- _WHAT TO PRODUCE_
Tally the lines below that contain the word "correlation", then give the tally and nothing more.

- _INFORMATION_
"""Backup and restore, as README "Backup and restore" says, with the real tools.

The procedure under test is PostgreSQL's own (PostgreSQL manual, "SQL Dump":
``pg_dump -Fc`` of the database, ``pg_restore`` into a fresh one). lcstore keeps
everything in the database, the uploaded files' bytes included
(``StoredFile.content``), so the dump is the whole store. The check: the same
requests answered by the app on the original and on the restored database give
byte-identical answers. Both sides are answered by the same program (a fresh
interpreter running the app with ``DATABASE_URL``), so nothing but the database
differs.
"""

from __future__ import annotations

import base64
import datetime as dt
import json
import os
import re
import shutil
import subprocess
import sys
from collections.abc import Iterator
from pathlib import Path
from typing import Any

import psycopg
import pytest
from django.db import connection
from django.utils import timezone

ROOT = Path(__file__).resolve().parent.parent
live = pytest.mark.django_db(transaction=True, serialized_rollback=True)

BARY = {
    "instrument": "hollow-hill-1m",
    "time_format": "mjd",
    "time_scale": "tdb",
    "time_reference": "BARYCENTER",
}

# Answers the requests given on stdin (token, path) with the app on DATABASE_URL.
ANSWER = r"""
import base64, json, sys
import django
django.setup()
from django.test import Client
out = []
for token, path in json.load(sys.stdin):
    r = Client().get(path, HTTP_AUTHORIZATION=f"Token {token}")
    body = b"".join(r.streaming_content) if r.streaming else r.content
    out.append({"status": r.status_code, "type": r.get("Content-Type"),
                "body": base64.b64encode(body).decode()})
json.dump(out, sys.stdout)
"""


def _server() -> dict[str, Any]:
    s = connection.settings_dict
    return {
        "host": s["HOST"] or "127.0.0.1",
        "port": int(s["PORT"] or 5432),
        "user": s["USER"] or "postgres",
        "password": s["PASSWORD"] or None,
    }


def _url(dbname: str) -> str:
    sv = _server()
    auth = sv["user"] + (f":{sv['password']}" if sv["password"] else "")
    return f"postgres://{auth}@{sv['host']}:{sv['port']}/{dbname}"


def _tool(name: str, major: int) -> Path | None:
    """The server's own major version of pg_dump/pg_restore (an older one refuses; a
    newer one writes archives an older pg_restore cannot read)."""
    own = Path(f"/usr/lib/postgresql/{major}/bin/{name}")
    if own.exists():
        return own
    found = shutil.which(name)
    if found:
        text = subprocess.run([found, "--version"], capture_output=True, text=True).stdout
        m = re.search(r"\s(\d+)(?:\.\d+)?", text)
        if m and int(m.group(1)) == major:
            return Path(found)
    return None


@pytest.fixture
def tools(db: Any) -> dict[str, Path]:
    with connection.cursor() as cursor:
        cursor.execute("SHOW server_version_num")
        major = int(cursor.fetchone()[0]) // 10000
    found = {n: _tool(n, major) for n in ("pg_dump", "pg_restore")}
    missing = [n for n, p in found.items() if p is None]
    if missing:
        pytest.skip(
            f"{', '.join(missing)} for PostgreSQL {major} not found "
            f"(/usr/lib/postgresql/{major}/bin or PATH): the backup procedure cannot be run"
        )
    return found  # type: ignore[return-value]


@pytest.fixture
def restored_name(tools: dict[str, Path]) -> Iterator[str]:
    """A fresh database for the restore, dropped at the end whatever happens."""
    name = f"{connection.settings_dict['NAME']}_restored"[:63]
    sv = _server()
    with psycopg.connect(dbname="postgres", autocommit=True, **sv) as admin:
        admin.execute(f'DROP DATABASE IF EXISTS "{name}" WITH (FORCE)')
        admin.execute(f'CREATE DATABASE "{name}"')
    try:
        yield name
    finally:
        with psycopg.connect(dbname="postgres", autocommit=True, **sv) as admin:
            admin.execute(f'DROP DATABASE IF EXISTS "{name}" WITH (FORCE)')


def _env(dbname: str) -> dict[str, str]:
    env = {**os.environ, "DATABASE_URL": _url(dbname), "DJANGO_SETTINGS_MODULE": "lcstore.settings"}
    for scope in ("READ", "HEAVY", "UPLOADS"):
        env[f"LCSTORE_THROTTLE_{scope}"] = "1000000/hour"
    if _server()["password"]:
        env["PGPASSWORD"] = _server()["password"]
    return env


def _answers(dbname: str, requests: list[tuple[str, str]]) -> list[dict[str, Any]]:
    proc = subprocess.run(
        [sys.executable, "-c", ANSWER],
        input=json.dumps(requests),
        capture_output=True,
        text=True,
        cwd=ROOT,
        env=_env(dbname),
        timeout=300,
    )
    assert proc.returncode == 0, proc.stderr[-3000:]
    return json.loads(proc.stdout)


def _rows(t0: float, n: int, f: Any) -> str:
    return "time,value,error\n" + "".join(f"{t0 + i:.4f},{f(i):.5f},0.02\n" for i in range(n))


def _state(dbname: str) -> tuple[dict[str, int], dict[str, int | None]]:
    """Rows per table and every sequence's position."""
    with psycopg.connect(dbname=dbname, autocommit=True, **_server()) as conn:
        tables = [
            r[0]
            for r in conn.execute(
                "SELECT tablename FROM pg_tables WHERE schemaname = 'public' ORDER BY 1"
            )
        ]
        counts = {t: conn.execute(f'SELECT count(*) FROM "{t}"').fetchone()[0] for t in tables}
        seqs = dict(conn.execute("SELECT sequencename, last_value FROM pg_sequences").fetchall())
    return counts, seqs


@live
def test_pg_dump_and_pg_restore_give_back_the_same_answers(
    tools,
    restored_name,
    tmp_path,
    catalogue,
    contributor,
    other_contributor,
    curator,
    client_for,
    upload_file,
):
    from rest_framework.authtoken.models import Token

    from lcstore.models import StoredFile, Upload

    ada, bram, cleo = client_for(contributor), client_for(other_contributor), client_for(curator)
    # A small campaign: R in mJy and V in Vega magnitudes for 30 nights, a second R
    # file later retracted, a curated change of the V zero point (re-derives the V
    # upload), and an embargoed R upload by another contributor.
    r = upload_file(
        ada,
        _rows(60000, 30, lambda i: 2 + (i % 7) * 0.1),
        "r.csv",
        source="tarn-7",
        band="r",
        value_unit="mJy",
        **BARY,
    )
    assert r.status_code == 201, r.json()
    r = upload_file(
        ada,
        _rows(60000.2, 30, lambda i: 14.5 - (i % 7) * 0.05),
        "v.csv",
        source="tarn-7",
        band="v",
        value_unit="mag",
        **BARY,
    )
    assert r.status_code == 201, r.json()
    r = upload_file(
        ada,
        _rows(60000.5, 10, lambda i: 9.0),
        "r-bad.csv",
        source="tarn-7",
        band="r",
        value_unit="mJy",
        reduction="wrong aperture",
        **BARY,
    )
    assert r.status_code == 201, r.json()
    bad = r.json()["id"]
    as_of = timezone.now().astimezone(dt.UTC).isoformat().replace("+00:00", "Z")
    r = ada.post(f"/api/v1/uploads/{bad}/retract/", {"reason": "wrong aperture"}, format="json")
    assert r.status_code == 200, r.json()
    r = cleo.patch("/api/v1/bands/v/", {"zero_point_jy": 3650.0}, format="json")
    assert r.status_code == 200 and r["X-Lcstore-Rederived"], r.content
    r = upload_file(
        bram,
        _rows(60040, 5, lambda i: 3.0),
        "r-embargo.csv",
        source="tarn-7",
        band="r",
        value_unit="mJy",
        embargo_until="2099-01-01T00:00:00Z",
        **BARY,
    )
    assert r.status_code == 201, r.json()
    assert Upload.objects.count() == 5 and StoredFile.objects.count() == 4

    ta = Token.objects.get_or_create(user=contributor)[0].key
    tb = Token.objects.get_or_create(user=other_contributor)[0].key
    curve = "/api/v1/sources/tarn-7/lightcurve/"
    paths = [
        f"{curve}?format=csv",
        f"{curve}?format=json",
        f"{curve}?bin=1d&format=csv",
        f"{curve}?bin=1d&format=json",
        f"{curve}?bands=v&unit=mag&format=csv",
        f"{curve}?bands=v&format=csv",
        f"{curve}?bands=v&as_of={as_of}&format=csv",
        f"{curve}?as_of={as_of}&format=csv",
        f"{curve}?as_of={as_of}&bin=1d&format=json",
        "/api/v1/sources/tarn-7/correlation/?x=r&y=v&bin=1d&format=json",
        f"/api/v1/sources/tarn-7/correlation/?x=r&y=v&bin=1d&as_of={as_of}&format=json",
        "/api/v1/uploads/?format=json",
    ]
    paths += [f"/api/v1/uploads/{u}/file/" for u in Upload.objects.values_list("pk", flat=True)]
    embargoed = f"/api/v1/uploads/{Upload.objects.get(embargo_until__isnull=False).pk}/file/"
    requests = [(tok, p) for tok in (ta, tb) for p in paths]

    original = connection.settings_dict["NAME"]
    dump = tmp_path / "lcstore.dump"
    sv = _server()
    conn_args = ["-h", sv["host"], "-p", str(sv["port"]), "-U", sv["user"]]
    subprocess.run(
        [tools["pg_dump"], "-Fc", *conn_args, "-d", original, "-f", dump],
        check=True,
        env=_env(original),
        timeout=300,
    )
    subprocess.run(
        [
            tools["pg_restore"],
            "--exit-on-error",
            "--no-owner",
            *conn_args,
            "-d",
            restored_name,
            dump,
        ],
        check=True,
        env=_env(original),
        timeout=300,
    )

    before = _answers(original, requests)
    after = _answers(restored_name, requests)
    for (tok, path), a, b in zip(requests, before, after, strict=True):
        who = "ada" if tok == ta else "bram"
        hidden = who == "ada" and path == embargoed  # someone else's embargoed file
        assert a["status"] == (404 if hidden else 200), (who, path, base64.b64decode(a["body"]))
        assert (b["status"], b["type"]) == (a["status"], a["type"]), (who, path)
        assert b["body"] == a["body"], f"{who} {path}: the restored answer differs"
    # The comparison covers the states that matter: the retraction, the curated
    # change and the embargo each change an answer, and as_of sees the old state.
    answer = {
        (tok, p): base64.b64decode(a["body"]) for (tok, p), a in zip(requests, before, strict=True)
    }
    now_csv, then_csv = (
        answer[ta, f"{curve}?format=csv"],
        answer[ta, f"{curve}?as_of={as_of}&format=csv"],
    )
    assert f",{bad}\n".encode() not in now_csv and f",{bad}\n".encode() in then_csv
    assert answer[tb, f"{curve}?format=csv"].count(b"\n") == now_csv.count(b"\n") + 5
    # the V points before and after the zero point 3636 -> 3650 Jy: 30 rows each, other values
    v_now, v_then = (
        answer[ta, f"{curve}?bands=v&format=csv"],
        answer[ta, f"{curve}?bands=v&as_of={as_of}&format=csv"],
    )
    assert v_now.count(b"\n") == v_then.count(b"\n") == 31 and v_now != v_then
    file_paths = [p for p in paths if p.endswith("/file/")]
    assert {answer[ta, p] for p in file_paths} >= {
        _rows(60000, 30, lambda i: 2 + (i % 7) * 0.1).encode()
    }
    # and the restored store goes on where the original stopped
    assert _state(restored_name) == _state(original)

- _OUTPUT OF THE EXERCISE_
2